(Collected data entries)
▼▼▼
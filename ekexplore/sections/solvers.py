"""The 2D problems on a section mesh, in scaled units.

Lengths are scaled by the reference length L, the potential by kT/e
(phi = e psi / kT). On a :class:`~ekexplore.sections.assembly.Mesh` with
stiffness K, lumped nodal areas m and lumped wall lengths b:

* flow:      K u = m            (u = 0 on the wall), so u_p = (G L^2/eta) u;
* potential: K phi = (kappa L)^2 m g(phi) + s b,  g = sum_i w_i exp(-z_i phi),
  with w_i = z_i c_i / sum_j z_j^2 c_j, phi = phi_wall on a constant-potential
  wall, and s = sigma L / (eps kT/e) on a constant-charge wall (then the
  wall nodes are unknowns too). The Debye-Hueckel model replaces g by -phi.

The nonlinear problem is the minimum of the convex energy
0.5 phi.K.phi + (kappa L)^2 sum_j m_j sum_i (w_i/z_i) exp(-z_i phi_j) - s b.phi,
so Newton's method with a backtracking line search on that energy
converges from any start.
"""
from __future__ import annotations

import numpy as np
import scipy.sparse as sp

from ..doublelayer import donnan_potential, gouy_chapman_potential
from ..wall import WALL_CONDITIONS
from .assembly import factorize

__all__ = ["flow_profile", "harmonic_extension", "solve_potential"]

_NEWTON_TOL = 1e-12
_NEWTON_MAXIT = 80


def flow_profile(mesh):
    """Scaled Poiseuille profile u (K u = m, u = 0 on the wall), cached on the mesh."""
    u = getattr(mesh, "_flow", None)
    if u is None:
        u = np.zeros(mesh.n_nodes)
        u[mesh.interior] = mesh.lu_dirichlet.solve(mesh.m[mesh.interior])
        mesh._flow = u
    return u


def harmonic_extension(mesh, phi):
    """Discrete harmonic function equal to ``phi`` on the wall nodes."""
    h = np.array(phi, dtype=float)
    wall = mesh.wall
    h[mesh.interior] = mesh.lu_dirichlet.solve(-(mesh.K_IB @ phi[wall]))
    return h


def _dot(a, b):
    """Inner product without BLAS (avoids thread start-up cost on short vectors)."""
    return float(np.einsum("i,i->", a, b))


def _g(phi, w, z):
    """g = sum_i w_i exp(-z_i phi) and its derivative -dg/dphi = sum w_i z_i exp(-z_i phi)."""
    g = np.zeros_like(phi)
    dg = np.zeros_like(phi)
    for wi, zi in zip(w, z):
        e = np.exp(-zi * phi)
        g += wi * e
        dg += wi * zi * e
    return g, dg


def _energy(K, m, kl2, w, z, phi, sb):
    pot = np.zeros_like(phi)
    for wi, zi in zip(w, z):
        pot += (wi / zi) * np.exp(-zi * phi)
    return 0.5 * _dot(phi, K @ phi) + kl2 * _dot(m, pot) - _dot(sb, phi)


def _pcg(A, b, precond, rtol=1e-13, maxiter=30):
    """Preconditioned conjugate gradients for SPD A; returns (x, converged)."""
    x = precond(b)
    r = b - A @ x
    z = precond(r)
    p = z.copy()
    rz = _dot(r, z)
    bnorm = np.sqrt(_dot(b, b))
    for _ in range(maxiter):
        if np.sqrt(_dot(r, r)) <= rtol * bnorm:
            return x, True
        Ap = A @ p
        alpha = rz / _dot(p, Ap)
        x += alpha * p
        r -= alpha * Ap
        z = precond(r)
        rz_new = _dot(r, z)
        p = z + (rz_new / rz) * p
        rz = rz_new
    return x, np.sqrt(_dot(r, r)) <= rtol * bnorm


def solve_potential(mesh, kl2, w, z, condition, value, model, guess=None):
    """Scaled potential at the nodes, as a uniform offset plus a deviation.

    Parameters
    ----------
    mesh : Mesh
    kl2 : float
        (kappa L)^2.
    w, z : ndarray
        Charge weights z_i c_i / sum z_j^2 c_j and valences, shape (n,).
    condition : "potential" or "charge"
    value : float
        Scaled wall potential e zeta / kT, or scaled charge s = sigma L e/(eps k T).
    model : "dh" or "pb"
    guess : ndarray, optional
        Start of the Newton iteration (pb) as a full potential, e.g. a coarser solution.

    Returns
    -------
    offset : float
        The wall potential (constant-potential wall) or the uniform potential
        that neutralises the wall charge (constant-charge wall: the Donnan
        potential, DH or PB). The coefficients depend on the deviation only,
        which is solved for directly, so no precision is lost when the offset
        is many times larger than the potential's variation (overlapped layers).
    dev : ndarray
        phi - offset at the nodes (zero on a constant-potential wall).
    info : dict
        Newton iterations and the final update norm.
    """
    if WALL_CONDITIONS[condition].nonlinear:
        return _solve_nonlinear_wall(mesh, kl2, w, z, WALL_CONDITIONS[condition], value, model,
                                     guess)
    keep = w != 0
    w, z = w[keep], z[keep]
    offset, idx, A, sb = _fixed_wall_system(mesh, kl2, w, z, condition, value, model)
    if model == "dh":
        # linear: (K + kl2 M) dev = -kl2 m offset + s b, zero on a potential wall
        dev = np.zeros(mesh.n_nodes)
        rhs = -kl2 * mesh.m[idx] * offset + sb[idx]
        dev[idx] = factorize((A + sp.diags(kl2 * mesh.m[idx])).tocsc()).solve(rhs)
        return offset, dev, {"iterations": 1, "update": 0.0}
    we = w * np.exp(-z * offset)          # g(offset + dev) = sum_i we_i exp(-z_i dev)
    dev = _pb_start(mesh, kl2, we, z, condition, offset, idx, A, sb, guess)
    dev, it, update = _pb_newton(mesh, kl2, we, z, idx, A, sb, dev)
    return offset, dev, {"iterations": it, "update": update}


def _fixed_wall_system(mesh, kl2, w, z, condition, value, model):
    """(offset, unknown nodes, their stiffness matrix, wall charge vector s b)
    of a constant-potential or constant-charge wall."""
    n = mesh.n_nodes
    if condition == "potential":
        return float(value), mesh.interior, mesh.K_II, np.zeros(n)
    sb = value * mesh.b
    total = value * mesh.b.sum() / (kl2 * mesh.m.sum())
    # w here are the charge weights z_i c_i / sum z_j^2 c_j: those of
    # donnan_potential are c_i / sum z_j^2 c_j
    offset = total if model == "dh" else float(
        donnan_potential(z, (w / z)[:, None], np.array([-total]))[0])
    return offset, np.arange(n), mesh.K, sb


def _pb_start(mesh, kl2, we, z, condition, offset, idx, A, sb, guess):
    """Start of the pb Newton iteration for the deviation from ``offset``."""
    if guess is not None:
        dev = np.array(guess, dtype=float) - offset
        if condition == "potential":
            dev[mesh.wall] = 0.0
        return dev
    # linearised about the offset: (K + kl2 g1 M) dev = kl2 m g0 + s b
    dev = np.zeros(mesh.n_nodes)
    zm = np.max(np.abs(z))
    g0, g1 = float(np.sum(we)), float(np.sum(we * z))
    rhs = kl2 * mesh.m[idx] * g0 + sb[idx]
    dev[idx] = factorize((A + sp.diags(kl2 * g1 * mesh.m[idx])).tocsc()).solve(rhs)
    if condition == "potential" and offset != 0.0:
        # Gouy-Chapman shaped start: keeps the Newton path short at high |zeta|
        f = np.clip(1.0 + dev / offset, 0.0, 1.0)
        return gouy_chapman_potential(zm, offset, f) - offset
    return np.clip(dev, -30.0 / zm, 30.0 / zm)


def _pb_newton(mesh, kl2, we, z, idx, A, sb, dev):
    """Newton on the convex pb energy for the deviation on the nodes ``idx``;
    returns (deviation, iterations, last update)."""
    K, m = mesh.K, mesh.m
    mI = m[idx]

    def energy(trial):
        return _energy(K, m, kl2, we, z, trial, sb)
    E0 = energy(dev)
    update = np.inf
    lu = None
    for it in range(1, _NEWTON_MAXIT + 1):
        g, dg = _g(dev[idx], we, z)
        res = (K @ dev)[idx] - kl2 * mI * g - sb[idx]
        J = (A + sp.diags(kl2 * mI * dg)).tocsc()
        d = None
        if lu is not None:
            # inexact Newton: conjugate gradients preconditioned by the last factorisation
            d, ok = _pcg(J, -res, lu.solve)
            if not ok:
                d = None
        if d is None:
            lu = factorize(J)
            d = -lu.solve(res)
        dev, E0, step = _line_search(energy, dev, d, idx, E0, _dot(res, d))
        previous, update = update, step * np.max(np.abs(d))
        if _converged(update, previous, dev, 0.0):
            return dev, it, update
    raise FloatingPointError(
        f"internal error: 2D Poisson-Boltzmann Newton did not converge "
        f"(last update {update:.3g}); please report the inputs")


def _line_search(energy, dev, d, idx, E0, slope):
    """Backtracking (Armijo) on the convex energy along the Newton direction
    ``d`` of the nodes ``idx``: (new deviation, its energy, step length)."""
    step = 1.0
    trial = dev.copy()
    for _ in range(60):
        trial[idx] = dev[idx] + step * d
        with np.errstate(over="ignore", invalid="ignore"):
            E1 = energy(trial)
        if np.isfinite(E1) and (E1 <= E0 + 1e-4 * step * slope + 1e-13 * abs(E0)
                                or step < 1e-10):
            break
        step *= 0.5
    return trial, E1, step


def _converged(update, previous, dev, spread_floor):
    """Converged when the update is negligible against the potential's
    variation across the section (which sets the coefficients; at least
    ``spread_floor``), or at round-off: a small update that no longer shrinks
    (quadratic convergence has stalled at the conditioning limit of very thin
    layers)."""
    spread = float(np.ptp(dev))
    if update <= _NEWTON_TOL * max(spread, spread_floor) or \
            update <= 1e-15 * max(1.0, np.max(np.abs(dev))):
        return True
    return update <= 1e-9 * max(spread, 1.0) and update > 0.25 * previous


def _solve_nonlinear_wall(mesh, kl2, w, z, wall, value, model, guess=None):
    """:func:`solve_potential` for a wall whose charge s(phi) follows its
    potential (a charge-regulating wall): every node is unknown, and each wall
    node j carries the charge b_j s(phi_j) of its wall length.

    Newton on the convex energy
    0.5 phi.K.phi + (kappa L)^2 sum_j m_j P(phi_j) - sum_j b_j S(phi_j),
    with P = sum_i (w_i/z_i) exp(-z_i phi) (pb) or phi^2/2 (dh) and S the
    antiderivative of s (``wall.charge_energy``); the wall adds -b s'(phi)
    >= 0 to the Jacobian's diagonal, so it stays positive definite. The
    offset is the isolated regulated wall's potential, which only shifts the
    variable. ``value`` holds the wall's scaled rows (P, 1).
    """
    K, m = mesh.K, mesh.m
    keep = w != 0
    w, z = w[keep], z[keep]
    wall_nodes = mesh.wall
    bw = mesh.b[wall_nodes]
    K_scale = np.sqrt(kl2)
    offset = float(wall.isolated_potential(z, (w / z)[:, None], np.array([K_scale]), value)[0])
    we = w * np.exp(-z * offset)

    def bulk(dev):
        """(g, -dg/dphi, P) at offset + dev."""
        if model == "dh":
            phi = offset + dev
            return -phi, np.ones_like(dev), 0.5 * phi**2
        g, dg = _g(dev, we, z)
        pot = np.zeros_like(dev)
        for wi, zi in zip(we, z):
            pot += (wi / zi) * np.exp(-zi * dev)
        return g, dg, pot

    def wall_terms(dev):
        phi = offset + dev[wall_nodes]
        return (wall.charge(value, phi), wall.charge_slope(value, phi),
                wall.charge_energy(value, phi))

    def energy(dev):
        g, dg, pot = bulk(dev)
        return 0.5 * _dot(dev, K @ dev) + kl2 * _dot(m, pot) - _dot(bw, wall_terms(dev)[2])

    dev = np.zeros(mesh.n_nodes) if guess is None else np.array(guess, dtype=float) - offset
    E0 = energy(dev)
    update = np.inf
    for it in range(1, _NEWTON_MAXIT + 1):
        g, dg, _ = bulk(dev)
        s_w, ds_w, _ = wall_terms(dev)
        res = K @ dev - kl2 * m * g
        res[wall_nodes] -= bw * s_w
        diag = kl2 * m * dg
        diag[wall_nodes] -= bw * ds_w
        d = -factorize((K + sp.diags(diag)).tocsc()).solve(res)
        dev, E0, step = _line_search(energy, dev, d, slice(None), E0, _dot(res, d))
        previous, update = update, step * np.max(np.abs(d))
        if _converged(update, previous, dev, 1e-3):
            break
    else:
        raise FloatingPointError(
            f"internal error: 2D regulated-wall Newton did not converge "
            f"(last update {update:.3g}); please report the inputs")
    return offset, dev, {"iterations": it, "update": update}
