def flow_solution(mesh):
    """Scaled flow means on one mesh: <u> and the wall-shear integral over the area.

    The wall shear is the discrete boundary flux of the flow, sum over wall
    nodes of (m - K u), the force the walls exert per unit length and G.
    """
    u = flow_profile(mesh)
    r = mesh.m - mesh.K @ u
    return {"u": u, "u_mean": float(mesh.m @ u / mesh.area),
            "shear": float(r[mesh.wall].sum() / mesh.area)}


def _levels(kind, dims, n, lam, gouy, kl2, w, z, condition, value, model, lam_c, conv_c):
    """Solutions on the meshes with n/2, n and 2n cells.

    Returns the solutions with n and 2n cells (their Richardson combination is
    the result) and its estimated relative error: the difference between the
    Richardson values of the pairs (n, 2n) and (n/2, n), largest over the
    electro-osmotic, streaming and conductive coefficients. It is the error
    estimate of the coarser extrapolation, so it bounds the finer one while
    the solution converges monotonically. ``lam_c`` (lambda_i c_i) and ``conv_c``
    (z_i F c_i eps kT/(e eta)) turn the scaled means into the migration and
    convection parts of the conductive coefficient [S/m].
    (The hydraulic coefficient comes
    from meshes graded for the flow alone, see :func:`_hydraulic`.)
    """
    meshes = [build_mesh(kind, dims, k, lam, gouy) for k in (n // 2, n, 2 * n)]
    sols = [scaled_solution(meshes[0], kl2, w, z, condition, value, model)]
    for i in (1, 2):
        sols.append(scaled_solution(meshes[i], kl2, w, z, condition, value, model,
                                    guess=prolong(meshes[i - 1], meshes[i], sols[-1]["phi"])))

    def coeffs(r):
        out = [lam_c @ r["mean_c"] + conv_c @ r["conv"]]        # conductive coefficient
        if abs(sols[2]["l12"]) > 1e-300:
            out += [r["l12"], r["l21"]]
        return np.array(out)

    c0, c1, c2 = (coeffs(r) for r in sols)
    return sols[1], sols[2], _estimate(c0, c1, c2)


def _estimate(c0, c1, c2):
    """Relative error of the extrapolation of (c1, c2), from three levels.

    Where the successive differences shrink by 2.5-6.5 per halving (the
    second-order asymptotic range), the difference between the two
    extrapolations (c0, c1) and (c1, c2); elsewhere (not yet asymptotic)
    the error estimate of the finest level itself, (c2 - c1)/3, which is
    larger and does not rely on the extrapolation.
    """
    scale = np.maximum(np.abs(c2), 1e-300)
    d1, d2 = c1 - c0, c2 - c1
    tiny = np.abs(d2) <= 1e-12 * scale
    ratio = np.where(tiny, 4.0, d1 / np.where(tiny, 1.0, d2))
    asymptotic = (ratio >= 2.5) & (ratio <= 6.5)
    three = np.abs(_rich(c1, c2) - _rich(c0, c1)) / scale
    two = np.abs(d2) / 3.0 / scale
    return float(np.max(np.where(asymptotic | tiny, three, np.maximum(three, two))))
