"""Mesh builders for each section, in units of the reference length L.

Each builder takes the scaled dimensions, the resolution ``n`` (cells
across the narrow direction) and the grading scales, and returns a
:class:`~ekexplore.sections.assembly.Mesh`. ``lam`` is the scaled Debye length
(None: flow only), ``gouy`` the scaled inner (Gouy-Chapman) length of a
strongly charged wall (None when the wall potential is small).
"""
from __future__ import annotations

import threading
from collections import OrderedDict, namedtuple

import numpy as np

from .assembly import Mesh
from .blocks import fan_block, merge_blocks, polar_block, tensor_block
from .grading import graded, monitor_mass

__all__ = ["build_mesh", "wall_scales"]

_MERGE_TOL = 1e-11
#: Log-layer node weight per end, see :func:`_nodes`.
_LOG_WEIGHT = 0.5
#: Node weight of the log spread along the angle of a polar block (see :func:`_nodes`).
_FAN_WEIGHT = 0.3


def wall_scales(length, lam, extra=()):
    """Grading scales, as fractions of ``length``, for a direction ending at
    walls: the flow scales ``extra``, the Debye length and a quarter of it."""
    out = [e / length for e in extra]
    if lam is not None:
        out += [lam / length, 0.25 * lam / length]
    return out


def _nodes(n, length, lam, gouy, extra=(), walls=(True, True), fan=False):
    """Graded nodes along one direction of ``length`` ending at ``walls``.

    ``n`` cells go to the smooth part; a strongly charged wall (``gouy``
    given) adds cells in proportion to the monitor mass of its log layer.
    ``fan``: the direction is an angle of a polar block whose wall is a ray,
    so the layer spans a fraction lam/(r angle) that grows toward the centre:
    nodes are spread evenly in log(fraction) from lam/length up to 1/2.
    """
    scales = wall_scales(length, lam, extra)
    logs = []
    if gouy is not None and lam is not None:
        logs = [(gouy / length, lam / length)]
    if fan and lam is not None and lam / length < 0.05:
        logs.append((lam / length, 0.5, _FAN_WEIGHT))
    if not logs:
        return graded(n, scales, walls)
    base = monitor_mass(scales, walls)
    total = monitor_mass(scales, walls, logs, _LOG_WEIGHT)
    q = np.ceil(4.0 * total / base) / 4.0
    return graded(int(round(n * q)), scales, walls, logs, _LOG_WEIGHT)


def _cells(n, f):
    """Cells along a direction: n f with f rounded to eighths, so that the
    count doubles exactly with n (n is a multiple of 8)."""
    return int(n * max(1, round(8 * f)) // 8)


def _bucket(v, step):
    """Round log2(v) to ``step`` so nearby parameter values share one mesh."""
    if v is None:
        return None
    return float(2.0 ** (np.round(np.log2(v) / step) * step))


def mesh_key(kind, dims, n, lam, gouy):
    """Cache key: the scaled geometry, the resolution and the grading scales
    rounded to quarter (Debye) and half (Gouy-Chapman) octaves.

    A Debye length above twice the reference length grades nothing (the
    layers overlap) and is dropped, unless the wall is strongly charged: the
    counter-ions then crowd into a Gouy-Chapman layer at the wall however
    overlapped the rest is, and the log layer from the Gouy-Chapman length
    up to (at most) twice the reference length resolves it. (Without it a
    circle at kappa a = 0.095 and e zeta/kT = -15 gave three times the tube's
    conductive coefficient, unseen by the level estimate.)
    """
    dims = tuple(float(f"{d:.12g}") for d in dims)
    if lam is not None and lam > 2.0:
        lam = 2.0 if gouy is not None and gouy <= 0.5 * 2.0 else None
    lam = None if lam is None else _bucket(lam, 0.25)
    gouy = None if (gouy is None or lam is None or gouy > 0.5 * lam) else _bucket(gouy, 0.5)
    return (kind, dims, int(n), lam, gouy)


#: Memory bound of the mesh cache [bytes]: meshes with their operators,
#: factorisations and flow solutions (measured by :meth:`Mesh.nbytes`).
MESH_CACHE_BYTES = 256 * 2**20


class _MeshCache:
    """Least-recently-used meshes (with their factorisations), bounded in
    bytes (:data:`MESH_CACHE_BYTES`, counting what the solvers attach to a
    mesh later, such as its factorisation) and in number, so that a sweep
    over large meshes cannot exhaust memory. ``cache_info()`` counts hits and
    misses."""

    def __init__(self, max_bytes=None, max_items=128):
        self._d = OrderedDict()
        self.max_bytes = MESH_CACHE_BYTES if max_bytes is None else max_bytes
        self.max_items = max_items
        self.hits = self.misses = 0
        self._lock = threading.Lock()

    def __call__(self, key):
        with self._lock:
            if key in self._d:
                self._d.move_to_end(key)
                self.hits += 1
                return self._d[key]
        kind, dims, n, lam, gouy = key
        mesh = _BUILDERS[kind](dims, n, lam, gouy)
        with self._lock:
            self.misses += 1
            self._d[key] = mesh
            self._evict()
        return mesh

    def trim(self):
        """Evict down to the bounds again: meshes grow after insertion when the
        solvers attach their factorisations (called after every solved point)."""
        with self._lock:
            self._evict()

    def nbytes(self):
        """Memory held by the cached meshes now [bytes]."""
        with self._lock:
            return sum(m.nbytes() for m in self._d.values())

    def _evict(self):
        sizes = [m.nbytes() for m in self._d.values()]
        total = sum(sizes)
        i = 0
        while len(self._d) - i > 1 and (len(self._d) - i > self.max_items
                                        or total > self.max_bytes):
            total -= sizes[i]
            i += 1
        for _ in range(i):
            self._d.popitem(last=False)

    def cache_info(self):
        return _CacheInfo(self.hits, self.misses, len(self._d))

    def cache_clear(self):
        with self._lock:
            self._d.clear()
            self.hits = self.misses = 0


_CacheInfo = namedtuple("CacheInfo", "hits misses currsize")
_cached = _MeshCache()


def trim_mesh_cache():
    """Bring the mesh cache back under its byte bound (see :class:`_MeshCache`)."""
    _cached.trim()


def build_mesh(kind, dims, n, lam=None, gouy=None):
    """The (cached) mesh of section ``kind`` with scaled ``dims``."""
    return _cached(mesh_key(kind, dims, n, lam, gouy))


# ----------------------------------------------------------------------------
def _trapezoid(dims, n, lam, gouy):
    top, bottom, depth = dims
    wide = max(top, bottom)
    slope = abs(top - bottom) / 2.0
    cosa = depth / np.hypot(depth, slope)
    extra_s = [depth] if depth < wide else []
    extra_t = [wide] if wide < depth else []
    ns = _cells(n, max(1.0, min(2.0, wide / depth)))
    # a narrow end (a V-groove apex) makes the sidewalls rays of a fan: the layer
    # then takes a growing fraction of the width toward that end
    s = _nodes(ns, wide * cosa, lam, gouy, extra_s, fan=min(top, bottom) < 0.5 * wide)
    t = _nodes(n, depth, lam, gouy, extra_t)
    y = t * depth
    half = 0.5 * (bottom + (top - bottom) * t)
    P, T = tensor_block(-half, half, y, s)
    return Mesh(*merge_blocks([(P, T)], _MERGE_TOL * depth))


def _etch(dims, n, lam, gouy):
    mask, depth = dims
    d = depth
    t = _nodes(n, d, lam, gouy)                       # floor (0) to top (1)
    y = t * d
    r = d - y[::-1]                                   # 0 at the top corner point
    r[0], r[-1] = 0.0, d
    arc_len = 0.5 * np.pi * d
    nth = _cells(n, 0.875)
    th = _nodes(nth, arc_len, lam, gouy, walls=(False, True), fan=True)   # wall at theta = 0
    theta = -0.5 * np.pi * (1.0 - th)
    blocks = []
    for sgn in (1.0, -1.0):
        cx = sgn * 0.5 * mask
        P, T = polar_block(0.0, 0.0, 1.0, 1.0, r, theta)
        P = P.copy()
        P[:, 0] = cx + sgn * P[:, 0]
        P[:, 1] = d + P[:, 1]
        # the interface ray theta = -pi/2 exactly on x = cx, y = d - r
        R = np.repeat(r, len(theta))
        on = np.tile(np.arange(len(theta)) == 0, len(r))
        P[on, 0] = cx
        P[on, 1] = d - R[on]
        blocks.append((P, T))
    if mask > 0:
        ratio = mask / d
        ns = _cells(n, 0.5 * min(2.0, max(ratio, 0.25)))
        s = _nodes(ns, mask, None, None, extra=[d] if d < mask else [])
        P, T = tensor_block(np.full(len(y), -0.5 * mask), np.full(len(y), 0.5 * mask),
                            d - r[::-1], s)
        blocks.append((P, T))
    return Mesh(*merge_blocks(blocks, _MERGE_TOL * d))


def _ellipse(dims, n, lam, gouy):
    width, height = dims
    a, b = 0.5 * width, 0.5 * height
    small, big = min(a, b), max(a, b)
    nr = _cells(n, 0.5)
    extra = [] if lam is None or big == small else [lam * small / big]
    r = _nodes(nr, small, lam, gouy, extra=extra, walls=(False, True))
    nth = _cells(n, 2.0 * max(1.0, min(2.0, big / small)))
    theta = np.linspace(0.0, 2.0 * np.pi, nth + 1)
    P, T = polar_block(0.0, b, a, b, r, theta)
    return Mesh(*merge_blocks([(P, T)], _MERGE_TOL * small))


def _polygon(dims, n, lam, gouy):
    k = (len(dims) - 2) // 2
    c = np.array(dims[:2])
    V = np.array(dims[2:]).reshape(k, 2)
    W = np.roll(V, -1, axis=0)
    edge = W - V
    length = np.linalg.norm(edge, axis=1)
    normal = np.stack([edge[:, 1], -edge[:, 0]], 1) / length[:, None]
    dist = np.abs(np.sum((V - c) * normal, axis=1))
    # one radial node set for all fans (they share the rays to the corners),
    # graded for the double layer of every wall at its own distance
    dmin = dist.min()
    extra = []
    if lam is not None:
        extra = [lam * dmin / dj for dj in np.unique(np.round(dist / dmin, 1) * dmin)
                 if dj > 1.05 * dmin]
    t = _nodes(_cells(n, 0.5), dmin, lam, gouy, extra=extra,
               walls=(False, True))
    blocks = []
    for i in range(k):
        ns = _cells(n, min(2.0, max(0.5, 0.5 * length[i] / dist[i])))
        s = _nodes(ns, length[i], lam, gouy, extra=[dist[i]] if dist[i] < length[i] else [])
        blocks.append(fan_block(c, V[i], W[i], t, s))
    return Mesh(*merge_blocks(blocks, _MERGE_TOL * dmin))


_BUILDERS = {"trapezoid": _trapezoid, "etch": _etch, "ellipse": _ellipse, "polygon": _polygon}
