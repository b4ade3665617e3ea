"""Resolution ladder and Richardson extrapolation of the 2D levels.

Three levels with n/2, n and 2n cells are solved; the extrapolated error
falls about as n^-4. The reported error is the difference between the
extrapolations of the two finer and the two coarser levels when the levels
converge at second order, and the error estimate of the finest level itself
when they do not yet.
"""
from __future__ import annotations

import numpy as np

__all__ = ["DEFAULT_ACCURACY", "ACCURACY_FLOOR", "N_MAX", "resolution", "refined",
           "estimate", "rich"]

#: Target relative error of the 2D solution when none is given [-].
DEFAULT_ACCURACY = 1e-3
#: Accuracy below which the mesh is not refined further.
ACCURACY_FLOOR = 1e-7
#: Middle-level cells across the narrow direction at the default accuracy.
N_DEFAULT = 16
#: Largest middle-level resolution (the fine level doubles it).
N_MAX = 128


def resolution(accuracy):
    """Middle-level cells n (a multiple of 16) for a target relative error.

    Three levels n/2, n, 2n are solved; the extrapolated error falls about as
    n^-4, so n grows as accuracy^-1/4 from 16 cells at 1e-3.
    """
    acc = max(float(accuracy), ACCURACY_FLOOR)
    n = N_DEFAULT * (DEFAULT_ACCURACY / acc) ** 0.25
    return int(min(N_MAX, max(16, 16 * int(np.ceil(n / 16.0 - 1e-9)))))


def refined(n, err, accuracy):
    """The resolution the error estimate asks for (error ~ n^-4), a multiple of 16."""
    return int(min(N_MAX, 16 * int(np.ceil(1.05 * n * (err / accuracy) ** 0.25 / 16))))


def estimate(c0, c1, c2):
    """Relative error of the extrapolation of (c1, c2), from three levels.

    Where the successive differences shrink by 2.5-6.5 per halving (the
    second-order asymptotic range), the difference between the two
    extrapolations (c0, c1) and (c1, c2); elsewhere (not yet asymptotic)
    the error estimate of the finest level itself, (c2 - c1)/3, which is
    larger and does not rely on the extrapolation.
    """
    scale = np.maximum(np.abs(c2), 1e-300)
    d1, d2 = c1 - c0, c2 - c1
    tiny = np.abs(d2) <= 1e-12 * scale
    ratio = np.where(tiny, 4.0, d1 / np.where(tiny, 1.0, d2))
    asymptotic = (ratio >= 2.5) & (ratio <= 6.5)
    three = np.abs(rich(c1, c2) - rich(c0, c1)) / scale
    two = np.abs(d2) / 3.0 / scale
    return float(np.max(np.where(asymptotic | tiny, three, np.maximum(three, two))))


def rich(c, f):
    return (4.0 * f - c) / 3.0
▲▲▲
Task to complete:
Filter the entries above down to the lines that contain "extrapolated".

Finished task:
Three levels with n/2, n and 2n cells are solved; the extrapolated error
    Three levels n/2, n, 2n are solved; the extrapolated error falls about as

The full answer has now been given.